И оба приятеля рассказывали друг другу – один о своих гусарских кутежах и боевой жизни, другой о приятности и выгодах службы под командою высокопоставленных лиц и т. п.
– О гвардия! – сказал Ростов. – А вот что, пошли ка за вином.
Борис поморщился.
– Ежели непременно хочешь, – сказал он.
И, подойдя к кровати, из под чистых подушек достал кошелек и велел принести вина.
– Да, и тебе отдать деньги и письмо, – прибавил он.
Ростов взял письмо и, бросив на диван деньги, облокотился обеими руками на стол и стал читать. Он прочел несколько строк и злобно взглянул на Берга. Встретив его взгляд, Ростов закрыл лицо письмом.
– Однако денег вам порядочно прислали, – сказал Берг, глядя на тяжелый, вдавившийся в диван кошелек. – Вот мы так и жалованьем, граф, пробиваемся. Я вам скажу про себя…
– Вот что, Берг милый мой, – сказал Ростов, – когда вы получите из дома письмо и встретитесь с своим человеком, у которого вам захочется расспросить про всё, и я буду тут, я сейчас уйду, чтоб не мешать вам. Послушайте, уйдите, пожалуйста, куда нибудь, куда нибудь… к чорту! – крикнул он и тотчас же, схватив его за плечо и ласково глядя в его лицо, видимо, стараясь смягчить грубость своих слов, прибавил: – вы знаете, не сердитесь; милый, голубчик, я от души говорю, как нашему старому знакомому.

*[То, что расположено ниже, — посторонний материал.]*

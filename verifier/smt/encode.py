"""The SMT encoding of the world model (DESIGN 4) and of typed expressions, for z3.

Written independently of the simulator: here the world is a set of constraints over symbolic
inputs for a fixed bound K of legs. Conventions:

- a Direction is an Int: 1 nominal, -1 reverse, 0 unknown (so ``flip`` is negation);
- a Running is a Bool: true = forward;
- Counts are Ints, Numbers and Lengths are Reals;
- a sign times a value is an if-then-else, never a product (the logic stays linear);
- floor(t) is a fresh Int k with k <= t < k + 1 (portable linear integer/real arithmetic).

Every derived quantity that a reader may want from a model gets its own named constant with a
defining equality, so models can be compared value by value with the simulator.
"""

from __future__ import annotations

import math

import z3

from verifier.check.model import Pack, Rule
from verifier.lang import ast
from verifier.lang.ast import COUNT, ZERO
from verifier.lang.scope import Scope
from verifier.lang.vocab import LEG, MAX_CODE, Q_SCALES, UNKNOWN_CODE, Direction, Running

_DIR_CODE = {Direction.NOMINAL: 1, Direction.REVERSE: -1, Direction.UNKNOWN: 0}
OVERRIDE = "$override"   # env key: sub-terms replaced by given terms (accumulator parameters)
ITEM = "$item"           # env key: the information item an info_* formula is evaluated for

– Ах, помилуйте, граф, я очень понимаю, – сказал Берг, вставая и говоря в себя горловым голосом.
– Вы к хозяевам пойдите: они вас звали, – прибавил Борис.
Берг надел чистейший, без пятнушка и соринки, сюртучок, взбил перед зеркалом височки кверху, как носил Александр Павлович, и, убедившись по взгляду Ростова, что его сюртучок был замечен, с приятной улыбкой вышел из комнаты.
– Ах, какая я скотина, однако! – проговорил Ростов, читая письмо.
– А что?
– Ах, какая я свинья, однако, что я ни разу не писал и так напугал их. Ах, какая я свинья, – повторил он, вдруг покраснев. – Что же, пошли за вином Гаврилу! Ну, ладно, хватим! – сказал он…
В письмах родных было вложено еще рекомендательное письмо к князю Багратиону, которое, по совету Анны Михайловны, через знакомых достала старая графиня и посылала сыну, прося его снести по назначению и им воспользоваться.